The top 10 performers with the longest wiki entries are displayed below.

In [44]:
top_10_content = sorted(content_size, key=lambda x: x[1], reverse=True)[:10]

print("Top 10 Performers by length of wiki page:")
for performer, content in top_10_content:
    print(f"{performer}: {content}")

Top 10 Performers by length of wiki page:
Taylor_Swift: 56923
Miley_Cyrus: 51750
Justin_Bieber: 51170
Carrie_Underwood: 45906
Justin_Timberlake: 45205
Demi_Lovato: 44441
Alabama_(band)|Alabama: 44304
Bob_Dylan: 41806
Ed_Sheeran: 36819
Elvis_Presley: 34565


We can also see the in and out degree of these top 10 performers, but with a quick look there is not a very strong correlation between length and the degrees.

In [45]:
for performer in top_10_content:
    in_top10 = [d for n, d in G.in_degree(performer)]
    out_top10 = [d for n, d in G.out_degree(performer)]
    print(f"{performer}: in-degree:{in_top10} and out-degree:{out_top10}")
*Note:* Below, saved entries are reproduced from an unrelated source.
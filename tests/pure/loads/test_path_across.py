"""The worst point against lateral limits that vary with the longitudinal CG: no sample is ever worse.

The judge is `naive_lateral`, which shares no code with the engine. Tanks, tables and orders of burning are
those drawn in `test_path_against_sampling`; the limits are drawn here: sloping, notched, with steps, as arms
and as moments.
"""

from dataclasses import replace
from fractions import Fraction

from hypothesis import assume, event, given
from hypothesis import strategies as st

from fleet.envelope import NotAnEnvelope
from fleet.lateral import LateralByCg
from loads.balance.assess import assess
from loads.balance.fuel import fuel_states
from loads.balance.path import burn_path
from loads.balance.path_across import courses_of, stays_across, worst_across
from loads.balance.prepared import prepared
from tests.drawing import drawn
from tests.pure.loads.making import SOURCE, envelope, twin_empty
from tests.pure.loads.naive_lateral import sampled_lateral
from tests.pure.loads.naive_path import assert_as_sampled
from tests.pure.loads.test_path_against_sampling import DECLARED, DRY, flights

F = Fraction
SAMPLES = 40
EVERYWHERE = envelope((-500, 1), (-500, 20000), (900, 20000), (900, 1))


@st.composite
def lateral_limits(draw, centre, spread):
    """A limit around where these loads are: corners at a few longitudinal arms, perhaps with a notch."""
    gives = draw(st.sampled_from(("arm", "moment")))
    scale = (F(1) if gives == "arm" else F(5500)) * draw(st.sampled_from((1, 6)))
    count = draw(st.integers(2, 4))
    # Few arms, close to the load's own: so the burn crosses corners, and a tank may lie on one.
    arms = sorted(draw(st.sets(st.integers(-60, 60), min_size=count, max_size=count)))
    levels = [centre + F(arm, 20) * spread for arm in arms]
    left = [(x, -F(draw(st.integers(0, 60)), 20) * scale) for x in levels]
    right = [(x, F(draw(st.integers(1, 60)), 20) * scale) for x in levels]
    corners = [*left, *reversed(right)]
    if draw(st.booleans()):  # a notch from the right, down to below the middle
        x1, x2 = levels[0], levels[1]
        (_, y1), (_, y2) = right[0], right[1]
        depth = -F(draw(st.integers(-10, 20)), 20) * scale
        notch = [(x2 - (x2 - x1) / 4, y2), ((x1 + x2) / 2, depth), (x1 + (x2 - x1) / 4, y1)]
        corners = [*left, *reversed(right[1:]), *notch, right[0]]
    phases = draw(st.sampled_from((("ramp", "take-off", "landing"), ("take-off",), ("landing",))))
    try:
        return LateralByCg("drawn", phases, gives, tuple(corners), SOURCE)
    except NotAnEnvelope:
        assume(False)
        raise


@drawn(60, 600)
@given(flights(), st.data())
def test_no_sample_is_worse_one_is_as_bad_and_outside_is_outside(flight, data):
    basis, plan = flight
    basis = replace(basis, envelopes=(EVERYWHERE,), lateral_limits_entered=True)
    declared = replace(DECLARED, fuel=plan)
    take_off = assess(declared, basis, twin_empty()).state("take-off")
    shift = data.draw(st.sampled_from((F(0), F(1, 2), F(3))))
    limit = data.draw(lateral_limits(take_off.arm + shift, data.draw(st.sampled_from((F(1, 10), F(1))))))
    basis = replace(basis, lateral_by_cg=(limit,))

    check = next(
        (one for one in assess(declared, basis, twin_empty()).checks if one.code == "path.lateral-by-cg"),
        None,
    )

    if check is None:
        assert limit.phases == ("landing",)  # nothing flies on after the landing that was planned
        return
    event(check.outcome)
    runs = sampled_lateral(declared, basis, (DRY.weight, DRY.moment, DRY.lateral_moment), SAMPLES)
    assert_as_sampled(check, runs)


@drawn(40, 300)
@given(flights(), st.data())
def test_a_move_is_tried_by_the_same_decision(flight, data):
    """`stays_across`, by which a suggested move is tried, agrees with the worst point."""
    basis, plan = flight
    basis = replace(basis, envelopes=(EVERYWHERE,))
    declared = replace(DECLARED, fuel=plan)
    states = {one.phase: one for one in assess(declared, basis, twin_empty()).states}
    path = burn_path(plan, fuel_states(plan, prepared(basis)), states)
    limit = data.draw(lateral_limits(states["take-off"].arm, F(1, 5)))
    courses = courses_of(path, ("taxi", "flight", "reserve"))

    worst = worst_across(courses, limit)

    assert (worst.room is not None and worst.room >= 0) is stays_across(courses, limit)
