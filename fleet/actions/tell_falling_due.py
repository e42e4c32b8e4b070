"""Telling once a day what falls due: an event to subscribers, and mail to operations."""

from datetime import datetime, timedelta
from typing import Final
from uuid import UUID

from django.conf import settings
from django.core.mail import EmailMessage
from django.utils import timezone

from fleet.actions.announcing import announce_falling_due
from fleet.actions.constraint_refusals import refused_as
from fleet.acts import TELL_FALLING_DUE
from fleet.duties import scheduler_at_work
from fleet.models import Aircraft, DueNotice
from fleet.queries.falling_due import Due, falling_due
from fleet.queries.settings import settings_at
from records import outbox
from records.act import act
from records.refusal import StepRefused

MAILING: Final = "fleet.tasks.mail_falling_due"
# Days before something lapses on which it is told of, the last of them when it has.
THRESHOLDS: Final = (60, 30, 7, 0)

_BODY = """\
{registration}: {what} {lapses}.

As stated in {source}.

The aircraft: /aircraft/{registration}
"""


def tell_all_falling_due(now: datetime | None = None) -> int:
    """This function will tell of everything that falls due with any operator, and return how many were told.

    Run twice, it tells nothing twice: each thing is told once for each threshold it has passed.
    """
    at = now or timezone.now()
    told = 0
    for aircraft in Aircraft.objects.select_related("operator").order_by("operator_id", "registration"):
        for due in falling_due(aircraft, at):
            threshold = threshold_passed(due.lapses - at)
            if threshold is not None and not _told(aircraft, due, threshold):
                told += _tell(aircraft, due, threshold)
    return told


def threshold_passed(left: timedelta) -> int | None:
    """This function will return the least threshold that has been reached, None before the first."""
    reached = [days for days in THRESHOLDS if left <= timedelta(days=days)]
    return min(reached, default=None)


def _told(aircraft: Aircraft, due: Due, threshold: int) -> bool:
    return DueNotice.objects.filter(
        aircraft=aircraft, about=due.about, lapses=due.lapses, threshold_days=threshold
    ).exists()


def _tell(aircraft: Aircraft, due: Due, threshold: int) -> bool:
    try:
        with (
            refused_as({"due_notice_is_given_once": lambda: StepRefused("told", "It was told already.")}),
            act(
                TELL_FALLING_DUE,
                by=scheduler_at_work(aircraft.operator_id),
                about=f"aircraft:{aircraft.id}",
            ) as entry,
        ):
            addresses = _addresses(aircraft)
            notice = DueNotice.objects.create(
                operator_id=entry.chain,
                aircraft=aircraft,
                about=due.about,
                what=due.what,
                lapses=due.lapses,
                threshold_days=threshold,
                mail_addresses=len(addresses),
                told_at=entry.at,
                act=entry.id,
            )
            announce_falling_due(
                entry,
                f"aircraft:{aircraft.id}",
                what=due.what,
                due=due.lapses,
                registration=aircraft.registration,
            )
            if addresses:
                outbox.put(entry, MAILING, str(notice.id))
    except StepRefused:  # another scheduler told it meanwhile; its act is undone
        return False
    return True


def mail_falling_due(notice: UUID) -> int:
    """This function will mail one notice to operations, as their addresses are now; returns to how many."""
    row = DueNotice.objects.select_related("aircraft__operator").get(id=notice)
    addresses = _addresses(row.aircraft)
    if not addresses:
        return 0
    lapses = f"{'lapsed' if row.threshold_days == 0 else 'lapses'} at {row.lapses.isoformat()}"
    registration = row.aircraft.registration
    source = next(
        (one.source for one in falling_due(row.aircraft, row.told_at) if one.about == row.about),
        "what stood then",
    )
    message = EmailMessage(
        subject=f"Falling due: {registration}, {row.what}",
        body=_BODY.format(registration=registration, what=row.what, lapses=lapses, source=source),
        to=list(addresses),
        headers={"Message-ID": f"<due-{row.id}@{settings.DEFAULT_FROM_EMAIL.rpartition('@')[2]}>"},
    )
    message.send()
    return len(addresses)


def _addresses(aircraft: Aircraft) -> tuple[str, ...]:
    if not settings.EMAIL_HOST:
        return ()
    now = timezone.now()
    return settings_at(aircraft.operator_id, now, now).operations_mail
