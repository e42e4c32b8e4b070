"""A second judge of envelopes, slow and plain: crossings of a ray counted in fractions, edges tested first.

It shares nothing with the engine: it turns a load into its sum by adding weight times arm, and a point into
inside or outside by the rule taught for polygons, in the plane in which the edges are straight.
"""

from fractions import Fraction

F = Fraction


Point = tuple[F, F]


def on_segment(point: Point, a: Point, b: Point) -> bool:
    (x, y), (x1, y1), (x2, y2) = point, a, b
    if (x2 - x1) * (y - y1) != (y2 - y1) * (x - x1):
        return False
    return min(x1, x2) <= x <= max(x1, x2) and min(y1, y2) <= y <= max(y1, y2)


def inside(point: Point, polygon: tuple[Point, ...]) -> bool:
    """Whether a point lies in a simple polygon or on its edge."""
    edges = list(zip(polygon, (*polygon[1:], polygon[0]), strict=True))
    if any(on_segment(point, a, b) for a, b in edges):
        return True
    x, y = point
    crossings = 0
    for (x1, y1), (x2, y2) in edges:
        if (y1 > y) != (y2 > y) and x < x1 + (y - y1) * (x2 - x1) / (y2 - y1):
            crossings += 1
    return crossings % 2 == 1


def load_inside(weight: F, moment: F, polygon: tuple[Point, ...], plane: str) -> bool:
    """Whether a load of a weight and a moment lies in an envelope of a plane."""
    return inside((moment / weight if plane == "arm" else moment, weight), polygon)
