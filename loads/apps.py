"""Registers the room with Django."""

from django.apps import AppConfig


class LoadsConfig(AppConfig):
    """The loads room."""

    name = "loads"
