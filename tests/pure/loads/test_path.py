"""The burn between the phases: kinks, gaps, the worst point, which envelope holds where, how it is told."""

from dataclasses import replace
from fractions import Fraction
from math import floor

import pytest

from fleet.basis import BurnStage, TankTable
from loads.balance.assess import assess
from loads.balance.declared import read_load
from loads.balance.fuel import fuel_states
from loads.balance.path import burn_path
from loads.balance.prepared import prepared
from records.canonical import canonical
from tests.pure.loads.making import (
    ROOMY,
    envelope,
    load,
    result_of,
    tank,
    twin,
    twin_empty,
    with_limits,
)
from tests.pure.loads.naive_path import assert_as_sampled, sampled

F = Fraction
SAMPLES = 2_000
FLIGHT = ("take-off", "landing")


def rear_first(aft="119.5", **more):
    """The twin with a nose tank that burns before the main, which lies aft: the CG goes aft, then back."""
    tanks = (tank("MAIN", 150, 120), tank("NOSE", 40, 60))
    basis = replace(
        with_limits(**ROOMY),
        tanks=tanks,
        burn_order=(BurnStage(("NOSE",)), BurnStage(("MAIN",))),
        taxi_order=(BurnStage(("MAIN",)),),
        envelopes=(envelope((100, 3000), (100, 7500), (aft, 7500), (aft, 3000)),),
    )
    return replace(basis, **more)


def flight(nose=40, main=70, trip=480, least=120):
    document = load(limits=[])
    amounts = {"NOSE": nose, "MAIN": main}
    document["fuel"] |= {
        "at_engine_start": {name: {"value": held, "unit": "US gal"} for name, held in amounts.items()},
        "taxi": {"value": 6, "unit": "lb"},
        "trip": {"value": trip, "unit": "lb"},
        "minimum_at_landing": {"value": least, "unit": "lb"},
    }
    return document


def path_of(document, basis):
    declared = read_load(document, basis)
    result = assess(declared, basis, twin_empty())
    states = {state.phase: state for state in result.states}
    return burn_path(declared.fuel, fuel_states(declared.fuel, prepared(basis)), states)


def dry(result):
    """The aircraft without fuel: in these loads nothing but what can burn is in the tanks."""
    state = result.state("zero fuel")
    return state.weight, state.moment, state.lateral_moment


def assert_no_sample_is_worse(document, basis, axis="longitudinal", samples=SAMPLES):
    declared = read_load(document, basis)
    result = assess(declared, basis, twin_empty())
    check = result.check(f"path.{axis}")
    assert_as_sampled(check, sampled(declared, basis, dry(result), axis, samples))
    return check


def test_take_off_and_landing_inside_and_the_middle_outside_is_outside():
    document, basis = flight(), rear_first()
    result = result_of(document, basis)

    for code in ("cg.ramp", "cg.take-off", "cg.landing", "cg.minimum-at-landing"):
        assert result.check(code).outcome == "pass", code
    check = assert_no_sample_is_worse(document, basis)
    assert result.verdict == "outside"
    assert (check.outcome, check.edge) == ("fail", "aft")
    # By hand: worst when the nose tank is just empty, 40 gal = 240 lb after take-off.
    worst = result.state("take-off").weight - 240
    moment = result.state("take-off").moment - 240 * 40
    assert check.room == F("119.5") - moment / worst
    assert check.at["feeding"] == ["NOSE"]
    assert check.at["fuel"] == "414"
    assert check.at["point"] == "between take-off and landing"
    assert F(check.actual) > F(check.limit)
    assert check.what_next
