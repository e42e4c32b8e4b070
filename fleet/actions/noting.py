"""What the log of sign-ins is told: who, if that is known, and never what was typed."""

from django.http import HttpRequest

from fleet.models import Person, Token
from records.access_log import note


def note_person(request: HttpRequest, what: str, person: Person) -> None:
    """This function will note an event of a person on their operator's log."""
    note(what, operator=person.operator_id, key=f"person:{person.pk}", address=address_of(request))


def note_login(request: HttpRequest, what: str, typed: str) -> None:
    """This function will note an event of whoever typed this login: on the operator's log when it is a
    person's, otherwise on that of the house, with a keyed digest in its place.
    """
    person = Person.objects.filter(login=typed).first() if typed.isprintable() else None
    if person is not None:
        note_person(request, what, person)
        return
    note(what, operator=None, typed=typed, address=address_of(request))


def note_token(request: HttpRequest, what: str, token: Token) -> None:
    """This function will note an event of a token on its operator's log."""
    note(what, operator=token.operator_id, key=f"token:{token.pk}", address=address_of(request))


def note_stranger(request: HttpRequest, what: str, sent: str) -> None:
    """This function will note that somebody sent what is nobody's, as a keyed digest, on the log of the
    house.
    """
    note(what, operator=None, typed=sent[:200], address=address_of(request))


def address_of(request: HttpRequest) -> str:
    """This function will return the address a request came from, as the server sees it."""
    return str(request.META.get("REMOTE_ADDR", ""))
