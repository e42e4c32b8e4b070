"""Enters a restriction of an aircraft; what tightens binds at once, without a second person."""

from fleet import acts
from fleet.actions.authorship import own, person_acting
from fleet.actions.constraint_refusals import refused_as
from fleet.actions.provision_rows import REFUSALS, Laid, enter, paper_for, promise_to_tell
from fleet.models import Aircraft, Provision
from fleet.provisions import RESTRICTION
from records.act import act
from records.actor import Actor
from records.strict_json import JSON


def enter_restriction(actor: Actor, aircraft: Aircraft, document: JSON, *, reason: str = "") -> Provision:
    """This function will enter the document `tarebook.restriction/1`; it binds from its `true_from`, as known
    from now on.

    Raises Invalid with every fault, among them what the loading basis in force then does not have.
    """
    own(actor, aircraft)
    person_acting(actor)
    about = f"aircraft:{aircraft.id}"
    with (
        refused_as(REFUSALS),
        act(acts.ENTER_RESTRICTION, by=actor, about=about, reason=reason) as entry,
    ):
        paper = paper_for(aircraft, document, "restriction", known=entry.at)
        entered = enter(entry, actor, Laid(RESTRICTION, document, paper.since, paper.until), aircraft)
        promise_to_tell(entry, entered, "held")
        return entered
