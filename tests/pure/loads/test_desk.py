"""The table of inputs: it proposes no figure, and what was typed is what it shows."""

from dataclasses import replace
from typing import Any

import pytest

from fleet.quantities import Unit
from loads.balance.aboard import HOWS, KINDS
from loads.web import desk as desk_module
from loads.web.copied import typed_of
from loads.web.desk import Field, lay_desk, wrong_inputs
from loads.web.form import MOST_ROWS
from loads.web.form_lines import TAKEN_OUT
from tests.pure.loads.making import load, twin

METRIC = replace(twin(), weight_unit=Unit.KG, volume_unit=Unit.L)


def laid(typed: dict[str, str], *, basis: Any = None, faults: dict[str, str] | None = None) -> dict[str, Any]:
    basis = basis or twin()
    return lay_desk(basis, basis.configurations[0], typed=typed, faults=faults or {}, zone="America/Denver")


def fields_of(desk: dict[str, Any]) -> dict[str, Field]:
    return {field.name: field for field in everything_on(desk)}


def everything_on(desk: dict[str, Any]) -> list[Field]:
    fields = [*desk["flight"], desk["persons"]]
    for row in (*desk["seats"], *desk["tanks"], *desk["fuel"]):
        fields += row["fields"]
    for line in (*desk["items"], *desk["limits"]):
        fields += line
    return [field for field in fields if field]


def test_a_fresh_desk_holds_no_figure_no_word_and_no_choice() -> None:
    fields = fields_of(laid({}))

    assert {field.value for field in fields.values()} == {""}
    first = {name: field.choices[0][0] for name, field in fields.items() if field.choices}
    proposed = {name for name, choice in first.items() if choice}
    assert all(name.endswith((":unit", ":at")) for name in proposed)


@pytest.mark.parametrize(
    ("basis", "weight", "volume", "density"),
    [(twin(), "lb", "US gal", "lb/US gal"), (METRIC, "kg", "l", "kg/l")],
    ids=["lb and US gal", "kg and l"],
)
def test_units_stand_first_in_those_of_the_manual(basis: Any, weight: str, volume: str, density: str) -> None:
    fields = fields_of(laid({}, basis=basis))

    assert fields["seat:ROW1-L:unit"].choices[0][0] == weight
    assert fields["item:0:unit"].choices[0][0] == weight
    assert fields["limit:0:unit"].choices[0][0] == weight
    assert fields["tank:LEFT-MAIN:unit"].choices[0][0] == volume
    assert fields["density:unit"].choices[0][0] == density
    assert fields["trip:unit"].choices[0][0] == weight


def test_every_input_has_a_name_of_its_own_and_a_label() -> None:
    desk = laid({})
    everything = everything_on(desk)

    assert len({field.name for field in everything}) == len(everything)
    labels = [field.label for field in everything]
    assert all(labels)
    assert len(set(labels)) == len(labels)
    assert [seat["id"] for seat in desk["seats"]] == list(twin().configurations[0].seats)


def test_only_seats_and_places_of_the_configuration_are_offered() -> None:
    basis = twin()
    freight = basis.configurations[1]
    desk = lay_desk(basis, freight, typed={}, faults={}, zone="UTC")

    assert [seat["id"] for seat in desk["seats"]] == ["COCKPIT-L", "COCKPIT-R"]
    assert [choice[0] for choice in fields_of(desk)["item:0:place"].choices] == ["", "AFT-HOLD"]


@pytest.mark.parametrize(
    ("name", "value"),
    [
        ("seat:COCKPIT-R:position", "winch operator"),
        ("seat:COCKPIT-L:position", "flight nurse"),
        ("seat:ROW1-L:category", "teenager"),
        ("operation", "survey"),
        ("density:unit", "kg/US gal"),
        ("item:0:place", "TAIL-CONE"),
        ("item:0:kind", "livestock"),
        ("tank:LEFT-MAIN:unit", "kg"),
        ("seat:ROW1-L:unit", "st"),
    ],
)
def test_a_word_that_is_in_no_list_still_stands_chosen_and_is_not_swapped_for_another(
    name: str, value: str
) -> None:
    field = fields_of(laid(typed_of(load()) | {name: value}))[name]

    assert field.value == value
    assert value in {choice[0] for choice in field.choices}


def test_a_seat_has_only_the_inputs_it_has_use_for_unless_another_holds_something() -> None:
    def parts(seat: str, typed: dict[str, str]) -> set[str]:
        return {
            name.rpartition(":")[2] for name in fields_of(laid(typed)) if name.startswith(f"seat:{seat}:")
        }

    crew, infant = {"position", "person"}, {"infant", "infant_weight", "infant_how"}
    assert not parts("COCKPIT-L", {}) & infant
    assert not parts("ROW2-L", {}) & crew
    assert crew | infant <= parts("ROW1-L", {})
    assert infant <= parts("COCKPIT-L", {"seat:COCKPIT-L:infant_weight": "9"})
    assert crew <= parts("ROW2-L", {"seat:ROW2-L:position": "cabin attendant"})


def test_the_words_to_choose_from_are_those_the_reader_takes() -> None:
    assert {word for word, _ in desk_module.HOW if word} == set(HOWS)
    assert {word for word, _ in desk_module.INFANT_HOW if word} == set(HOWS) - {"standard"}
    assert {word for word, _ in desk_module.KINDS if word} == {*KINDS, TAKEN_OUT}
    assert {word for word, _ in desk_module.LIMITS_AT} == {"take-off", "landing"}


def test_what_was_typed_and_what_is_wrong_with_it_stand_at_the_same_input() -> None:
    fields = fields_of(laid({"trip": "1e3"}, faults={"trip": "write a plain decimal number"}))

    assert (fields["trip"].value, fields["trip"].fault) == ("1e3", "write a plain decimal number")
    assert {name for name, field in fields.items() if field.fault} == {"trip"}


def test_there_are_always_empty_rows_for_more_items() -> None:
    desk = laid({"item:7:what": "a crate"})

    assert len(desk["items"]) > 8
    assert fields_of(desk)["item:7:what"].value == "a crate"


@pytest.mark.parametrize(
    "name",
    ["item:999999999:what", f"item:{'9' * 6000}:what", "item:²:what", "item:-1:what", "item:", "item:x:y"],
)
def test_a_row_number_nobody_was_offered_makes_no_rows(name: str) -> None:
    desk = laid({name: "x", name.replace("item", "limit"): "x"})

    assert len(desk["items"]) <= MOST_ROWS
    assert len(desk["limits"]) <= MOST_ROWS


def test_faults_of_one_input_are_joined_and_those_of_none_left_out() -> None:
    assert wrong_inputs([("trip", "Too much."), ("", "The whole is wrong."), ("trip", "No unit.")]) == {
        "trip": "Too much. No unit."
    }
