"""A second way along a flight with a sequence, slow and plain, beside `naive_path`: it shares nothing with
the engine but the frozen values a load is read into.

Who and what is aboard is a list of (line, weight, arm, lateral arm), changed event by event. Between events
many points are sampled, during a transfer too, and every point once more for each setting of gear and flaps.
"""

from fractions import Fraction
from itertools import product

from tests.pure.loads.naive_path import PHASES_OF, Point, drawn_down, holds, margin, tank_moment

F = Fraction


def aboard_at_start(declared, empty):
    """What is aboard without fuel, line by line; the empty aircraft has no line."""
    lines = [("", empty.weight, empty.moment, empty.lateral_moment)]
    fixed = (*declared.configuration.equipment, *declared.configuration.operating_items)
    lines += [("", item.weight, item.weight * item.arm, item.weight * item.lateral_arm) for item in fixed]
    return lines + [_line(one) for one in (*declared.crew, *declared.passengers, *declared.items)]


def _line(one):
    """Somebody or something aboard as (line, weight, moment, lateral moment)."""
    spot = one.seat if hasattr(one, "seat") else one.place
    infant = getattr(one, "lap_infant", None)
    weight = one.weight + (infant.weight if infant and infant.weight else F(0))
    return one.pointer, weight, weight * spot.arm, weight * spot.lateral_arm


def after_event(lines, event):
    """The lines after an event."""
    gone = {one.line: one.weight for one in event.leaving}
    moved = {one.line: one.to for one in event.moving}
    left = []
    for line, weight, moment, across in lines:
        if line and line in gone:
            taken = weight if gone[line] is None else gone[line]
            part = 1 - taken / weight
            if part:
                left.append((line, weight * part, moment * part, across * part))
        elif line and line in moved:
            left.append((line, weight, weight * moved[line].arm, weight * moved[line].lateral_arm))
        else:
            left.append((line, weight, moment, across))
    return left + [_line(one) for one in event.coming]


def points_of_flight(declared, basis, empty, samples):
    """All points of a flight with a sequence: (leg, base Point, ids of parts the sequence has set)."""
    plan = declared.fuel
    contents = {fuel.tank.id: fuel.usable for fuel in plan.tanks}
    lines, shifts = aboard_at_start(declared, empty), {}
    trips = (
        ("taxi", basis.taxi_order, plan.taxi / plan.density),
        ("flight", basis.burn_order, plan.trip / plan.density),
        ("reserve", basis.burn_order, None),
    )
    for leg, stages, planned in trips:
        spare = sum(contents.values(), F(0)) - plan.minimum_at_landing / plan.density
        whole = max(F(0), spare) if planned is None else planned
        burned = F(0)
        for event in (*(one for one in declared.sequence if one.leg == leg), None):
            until = whole if event is None else event.burned
            for number in range(samples + 1):
                at = drawn_down(contents, stages, (until - burned) * number / samples)
                yield _point(leg, plan, at, lines, shifts)
            contents, burned = drawn_down(contents, stages, until - burned), until
            if event is None:
                continue
            if event.transfer is not None:
                for number in range(samples + 1):
                    part = event.transfer.volume * number / samples
                    yield _point(leg, plan, poured(contents, event.transfer, part), lines, shifts)
                contents = poured(contents, event.transfer, event.transfer.volume)
            lines = after_event(lines, event)
            shifts = shifts | {part.id: state.moment_change for part, state in event.positions}
            yield _point(leg, plan, contents, lines, shifts)


def sampled_flight(declared, basis, empty, axis, samples):
    """All samples of one axis, as `naive_path.sampled` gives them, in every setting that may hold."""
    stated = {part.id for event in declared.sequence for part, _ in event.positions}
    free = [part for part in basis.positions if part.id not in stated]
    points = list(points_of_flight(declared, basis, empty, samples))
    runs = []
    for envelope in basis.envelopes:
        if envelope.axis != axis:
            continue
        for leg, phases in PHASES_OF.items():
            if not set(phases) & set(envelope.phases):
                continue
            for shift in _shifts(free, "ground" if leg == "taxi" else "flight"):
                run = []
                for point in points:
                    moment = point.moment if axis == "longitudinal" else point.lateral_moment
                    if point.leg == leg and moment is not None:
                        moment += shift if axis == "longitudinal" else 0
                        inside = holds(point, moment, envelope.points, envelope.plane)
                        run.append((inside, margin(point.weight, moment, envelope.points, envelope.plane)))
                runs.append(run)
    return runs


def _shifts(parts, where):
    changes = [
        [state.moment_change for state in part.states if where in state.holds or state.id == part.as_weighed]
        for part in parts
    ]
    return {sum(each, F(0)) for each in product(*changes)}


def poured(contents, transfer, volume):
    return {
        tank: held - volume * (tank == transfer.source) + volume * (tank == transfer.target)
        for tank, held in contents.items()
    }


def _point(leg, plan, contents, lines, shifts):
    weight = sum((line[1] for line in lines), F(0))
    moment = sum((line[2] for line in lines), F(0)) + sum(shifts.values(), F(0))
    across = sum((line[3] for line in lines), F(0))
    for fuel in plan.tanks:
        volume = contents[fuel.tank.id] + fuel.trapped
        weight += volume * plan.density
        across += volume * plan.density * fuel.tank.lateral_arm
        of_tank = tank_moment(fuel.tank.table, volume, plan.density)
        moment = None if moment is None or of_tank is None else moment + of_tank
    return Point(leg, weight, moment, across)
('Taylor_Swift', 56923): in-degree:[77] and out-degree:[27]
('Miley_Cyrus', 51750): in-degree:[17] and out-degree:[11]
('Justin_Bieber', 51170): in-degree:[15] and out-degree:[11]
('Carrie_Underwood', 45906): in-degree:[68] and out-degree:[61]
('Justin_Timberlake', 45205): in-degree:[13] and out-degree:[14]
('Demi_Lovato', 44441): in-degree:[9] and out-degree:[7]
('Alabama_(band)|Alabama', 44304): in-degree:[26] and out-degree:[24]
('Bob_Dylan', 41806): in-degree:[141] and out-degree:[21]
('Ed_Sheeran', 36819): in-degree:[14] and out-degree:[8]
('Elvis_Presley', 34565): in-degree:[173] and out-degree:[21]


### Exercise 2B. Build a simple visualization of the network

Moving to the network visualization, we first have to convert the previous network (G) to an undirected network. Then, we have to collect the total degree of each node as it will be used as the node size later. The average node degree is ~14 so if we use a multiplier of 1.5 the average node size would be also around 20, which is pretty good visually (we tested some other multipliers but it gets messy when >2).

In [46]:
G_undirected = G.to_undirected()
node_degrees = dict(G_undirected.degree())
print(sum(node_degrees.values()) / len(node_degrees))
list_of_sizes = [degree * 1.5 for degree in node_degrees.values()]

14.088445078459344


The node color depends on the length of the performers' wiki page. We will use a reversed blues scale, where the dark blue means small number of word count and light blue to white means high word count. This way it is easy to distinguish all the nodes.

In [47]:
node_sizes = dict(content_size).values()
norm = mpl.colors.Normalize(vmin=min(node_sizes), vmax=max(node_sizes))
cmap = plt.cm.Blues_r
node_colors = [cmap(norm(size)) for size in node_sizes]


Finally, we visualize the network. The visualization can be seen below:

There is a giant component in the middle, where most hubs (popular performers) are located. Another thing that can be noticed is that most of the light blue colored nodes are towards the middle and are bigger than the average. This suggests that performers with long wiki entries are more likely to be connected with other performers and this is completely normal, since if a performer has a long wiki page, he probably has many accomplishments and collaborations with other singers. Thus, there is a high probability of having other performers' names (links) inside their page.